Microglia are both a source and target of extracellular cyclophilin A
Gurkiran Kaur Flora,
Ryan S. Anderton,
Bruno P. Meloni,
Gilles J. Guillemin,
Neville W. Knuckey,
Gabriella MacDougall,
Vance Matthews,
Sherif Boulos
Affiliations
Gurkiran Kaur Flora
Centre for Neuromuscular and Neurological Disorders, University of Western Australia, Australia; Perron Institute for Neurological and Translational Sciences, QEII Medical Centre, Nedlands, Western Australia, Australia; Corresponding author.
Ryan S. Anderton
Centre for Neuromuscular and Neurological Disorders, University of Western Australia, Australia; Perron Institute for Neurological and Translational Sciences, QEII Medical Centre, Nedlands, Western Australia, Australia; School of Health Sciences and Institute for Health Research, Fremantle, University of Notre Dame Australia, Australia
Bruno P. Meloni
Centre for Neuromuscular and Neurological Disorders, University of Western Australia, Australia; Perron Institute for Neurological and Translational Sciences, QEII Medical Centre, Nedlands, Western Australia, Australia; Department of Neurosurgery, Sir Charles Gairdner Hospital, Hospital Avenue, Nedlands, Western Australia, Australia
Gilles J. Guillemin
Neuroinflammation Group, Faculty of Medicine and Health Sciences, 2 Technology Place, Macquarie University, New South Wales, Australia
Neville W. Knuckey
Centre for Neuromuscular and Neurological Disorders, University of Western Australia, Australia; Perron Institute for Neurological and Translational Sciences, QEII Medical Centre, Nedlands, Western Australia, Australia; Department of Neurosurgery, Sir Charles Gairdner Hospital, Hospital Avenue, Nedlands, Western Australia, Australia
Gabriella MacDougall
Perron Institute for Neurological and Translational Sciences, QEII Medical Centre, Nedlands, Western Australia, Australia; School of Health Sciences and Institute for Health Research, Fremantle, University of Notre Dame Australia, Australia
Vance Matthews
School of Biomedical Sciences, University of Western Australia, Perth, Western Australia, Australia
Sherif Boulos
Perron Institute for Neurological and Translational Sciences, QEII Medical Centre, Nedlands, Western Australia, Australia
Glioblastoma (GBM) are lethal primary brain tumours whose pathogenesis is aided, at least partly, via a pro-tumorigenic microenvironment.

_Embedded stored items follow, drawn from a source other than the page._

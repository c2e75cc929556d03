import type { z } from 'zod'
import type { Endpoint } from '#shared/api/endpoint.ts'
import { type ProblemCode, problem, problemStatus } from '#shared/api/problem.ts'
import { ApiProblem } from './api-problem.ts'

type Part<Name extends string, T> = Record<never, never> extends T ? { [K in Name]?: T } : { [K in Name]: T }

/** What a request needs: parameters, query and body as its contract says, and the headers it asks for. */
export type CallOptions<P extends z.ZodType, Q extends z.ZodType, B extends z.ZodType> = Part<'params', z.output<P>> & {
  query?: Partial<z.output<Q>>
} & Part<'body', z.input<B>> & {
    signal?: AbortSignal
    /** The ETag the change is meant for, as bodies carry it (without quotes); without it an endpoint with `ifMatch` answers 428. */
    ifMatch?: string
    /** The same key on a repeated request does the act once. */
    idempotencyKey?: string
  }

const root = '/api/v1'

/**
 * One request of the API. Resolves to the answer as its contract parses it; throws ApiProblem for everything else, also
 * for a connection that fails (`network`) and an answer that is not what the contract says (`unexpected-answer`).
 */
export async function call<P extends z.ZodType, Q extends z.ZodType, B extends z.ZodType, R extends z.ZodType>(
  endpoint: Endpoint<P, Q, B, R>,
  options: CallOptions<P, Q, B>,
): Promise<z.output<R>> {
  const { params, query, body, signal, ifMatch, idempotencyKey } = options as LooseOptions
  const headers = new Headers({ Accept: 'application/json, application/problem+json' })
  // An entity tag stands in quotes (RFC 9110 8.8.3); bodies carry it without.
  if (ifMatch !== undefined) headers.set('If-Match', `"${ifMatch}"`)
  if (idempotencyKey !== undefined) headers.set('Idempotency-Key', idempotencyKey)
  if (body !== undefined) headers.set('Content-Type', 'application/json')

  let answer: Response
  try {
    answer = await fetch(addressOf(endpoint.path, params, query), {
      method: endpoint.method,
      headers,
      body: body === undefined ? undefined : JSON.stringify(body),
      signal,
      credentials: 'same-origin',
    })
  } catch (error) {
    // A request given up on purpose is no fault: the caller asked for it.
    if (signal?.aborted) throw error
    throw new ApiProblem('network', 0, 'The library did not answer. Check the connection, then try again.')
  }
  if (!answer.ok) throw await problemOf(answer)
  const parsed = endpoint.response.safeParse(answer.status === 204 ? undefined : await jsonOf(answer))
  if (parsed.success) return parsed.data
  const where = parsed.error.issues[0]?.path.join('.') ?? ''
  throw new ApiProblem(
    'unexpected-answer',
    answer.status,
    `The library answered in a way this page does not know (${endpoint.method} ${endpoint.path}, ${where}). Load the page again.`,
  )
}

interface LooseOptions {
  params?: Record<string, string | number>
  query?: Record<string, unknown>
  body?: unknown
  signal?: AbortSignal
  ifMatch?: string
  idempotencyKey?: string
}

/** The address of a request: `:name` filled from the parameters, lists repeated in the query. */
export function addressOf(
  path: string,
  params: Record<string, string | number> = {},
  query: Record<string, unknown> = {},
): string {
  const filled = path.replaceAll(/:(\w+)/g, (_, name: string) => encodeURIComponent(String(params[name] ?? '')))
  const search = new URLSearchParams()
  for (const [name, value] of Object.entries(query)) {
    for (const item of Array.isArray(value) ? value : [value]) {
      if (item !== undefined && item !== null) search.append(name, String(item))
    }
  }
  const tail = search.toString()
  return `${root}${filled}${tail === '' ? '' : `?${tail}`}`
}

async function jsonOf(answer: Response): Promise<unknown> {
  try {
    return await answer.json()
  } catch {
    return null
  }
}

const isKnown = (code: string): code is ProblemCode => Object.hasOwn(problemStatus, code)

async function problemOf(answer: Response): Promise<ApiProblem> {
  const parsed = problem.safeParse(await jsonOf(answer))
  const seconds = Number(answer.headers.get('Retry-After'))
  const retryAfter = Number.isFinite(seconds) && seconds > 0 ? seconds : null
  if (!parsed.success) {
    return new ApiProblem('unexpected-answer', answer.status, 'The library did not answer as it should. Try again.', {
      retryAfter,
    })
  }
  const { code, detail, errors, etag } = parsed.data
  return new ApiProblem(isKnown(code) ? code : 'unexpected-answer', answer.status, detail, { errors, etag, retryAfter })
}
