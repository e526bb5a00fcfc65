/** Requests between app and bridge carry these three headers, in both directions. */
export const signatureHeaders = {
  time: 'coilside-time',
  nonce: 'coilside-nonce',
  signature: 'coilside-signature',
} as const

/** A signed request is good for this long, once. */
export const signatureSeconds = 60

/**
 * The text whose HMAC-SHA256 (hex, key: the shared bridge secret) is the signature of a request.
 * `path` includes the query; `body` is the text as sent, empty for none. `time` is the sender's clock in seconds since
 * 1970, as decimal text; `nonce` is any text of 16 to 64 characters that the sender never uses again.
 */
export function requestText(request: {
  method: string
  path: string
  time: string
  nonce: string
  body: string
}): string {
  return [request.method, request.path, request.time, request.nonce, request.body].join('\n')
}

/** A ticket travels as `<base64url of its JSON>.<HMAC-SHA256 of that text, hex>`, in the query `?ticket=` or `?resume=`. */
export const ticketSeconds = 60
export const resumeSeconds = 12 * 3600
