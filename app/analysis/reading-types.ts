import type { CoilPair } from '#app/physics/coil-field.ts'
import type { EdgeSpread } from './edge-spread.ts'
import type { Gun } from './evenness-table.ts'

/** A scale with divisions, on which both edges of the beam are read. */
export type Ruler = {
  kind: 'mirror' | 'ruler-behind'
  graduationMetres: number
  /** part of a graduation that is read, 0.5 for half a division */
  readableFraction: number
  distanceBehindMetres: number
  uDistanceBehindMetres: number
  eyeDistanceMetres: number
}

/** A rung stands where the beam meets it: there is no parallax and nothing to read. */
type Rungs = { kind: 'rungs' }

/** Measured centre field an ampere through each coil. It takes the place of the geometry in the budget. */
export type FieldFactor = { teslaPerAmp: number; standardUncertainty: number }

/** x runs along the scale; gun and scale lie in the mid-plane. */
type Pair = {
  readonly coilPair: CoilPair
  readonly gun: Gun
  /** standard uncertainties, the same error in both coils */
  readonly uTurns?: number
  readonly uRadiusMetres?: number
  readonly uSeparationMetres?: number
  readonly fieldFactor?: FieldFactor
}

/** A factor alone: then nothing is known of the field's evenness, and it is taken to be even. */
type FactorAlone = { readonly coilPair: null; readonly fieldFactor: FieldFactor }

type Common = {
  /** series: the measured current goes through each coil; parallel: half of it does */
  readonly coilConnection: 'series' | 'parallel'
  /** half-width of the bounds on the radius within which the edge of the glow was taken */
  readonly beam: { halfWidthMetres: number }
  readonly anodeMeter: {
    percentOfReading: number
    digits: number
    digitSizeVolts: number
    /** added to the reading, from a verification */
    correctionVolts?: number
    uCorrectionVolts?: number
  }
  readonly coilMeter: { percentOfReading: number; digits: number; digitSizeAmps: number }
}

/** What of a bench the budget of a reading needs. */
export type BudgetBench = (Pair | FactorAlone) & Common & { readonly scale: Ruler | Rungs }

/** A bench with its coil pair and with a scale whose divisions are read. */
export type ReadingBench = Pair & Common & { readonly scale: Ruler }

/**
 * A diameter that nobody read off a scale. `rung`: of the rung that the beam was made to meet, with how far the current
 * could be moved to either side before it no longer met it. `stated`: by others, as it stands on the scale.
 */
export type GivenDiameter = { diameterMetres: number; uDiameterMetres: number } & (
  | { source: 'rung'; settingHalfWidthAmps: number }
  | { source: 'stated' }
)

/** A diameter off a photo, as it stands on the scale: parallax is not yet taken out. */
export type PhotoDiameter = {
  diameterMetres: number
  uCircleMetres: number
  circleDegreesOfFreedom: number
  /** with the product of both relative uncertainties */
  uScaleMetres: number
  scaleDegreesOfFreedom: number
}

export type Reading = {
  voltageVolts: number
  /** standard error of the window's mean (type A), with its degrees of freedom if known */
  uVoltageVolts: number
  voltageDegreesOfFreedom?: number
  /** size of the last digit as it was written down, in place of the meter's */
  voltageDigitVolts?: number
  /** as measured, before it divides between coils in parallel; negative when the sense is reversed */
  currentAmps: number
  uCurrentAmps: number
  currentDegreesOfFreedom?: number
  currentDigitAmps?: number
  /** one entry a person or repeat, the same of both in the same place */
  leftEdges: readonly number[]
  rightEdges: readonly number[]
  /** of those who measured off a photo and count with it instead of with edges */
  photos?: readonly PhotoDiameter[]
  /** in place of edges and photos */
  given?: GivenDiameter | undefined
  /** pooled over the run; left out, it is that of these edges alone */
  edgeSpread?: EdgeSpread | null
}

This study investigated whether microglia, a cell component of the GBM microenvironment, mediates pro-tumorigenic properties via the action of cyclophilin A (CypA), a potent secretable chemokine and cytoprotectant that signals via the cell surface receptor, CD147. To this end, intracellular and secreted CypA expression was assessed in human primary microglia and BV2 microglial cells treated with the endotoxin, lipopolysaccharide (LPS) and the oxidative stress inducer, LY83583. We report that human primary microglia and BV2 microglia both express CypA and CD147, and that BV2 microglial cells secrete CypA in response to pro-inflammatory and oxidative stimuli. We also demonstrate for the first time that recombinant CypA (rCypA; 1nM–1000nM) dose-dependently increased wound healing and reduced basal cell death in BV2 microglial cells. To determine the cell–signalling pathways involved, we probed microglial cell lysates for changes in ERK1/2 and AKT phosphorylation, IκB degradation, and IL-6 secretion using Western blot and ELISA analysis. In summary, BV2 microglial cells secrete CypA in response to inflammatory and oxidative stress, and that rCypA increases cell viability and chemotaxis. Our findings suggest that rCypA is a pro-survival chemokine for microglia that may influence the GBM tumour microenvironment.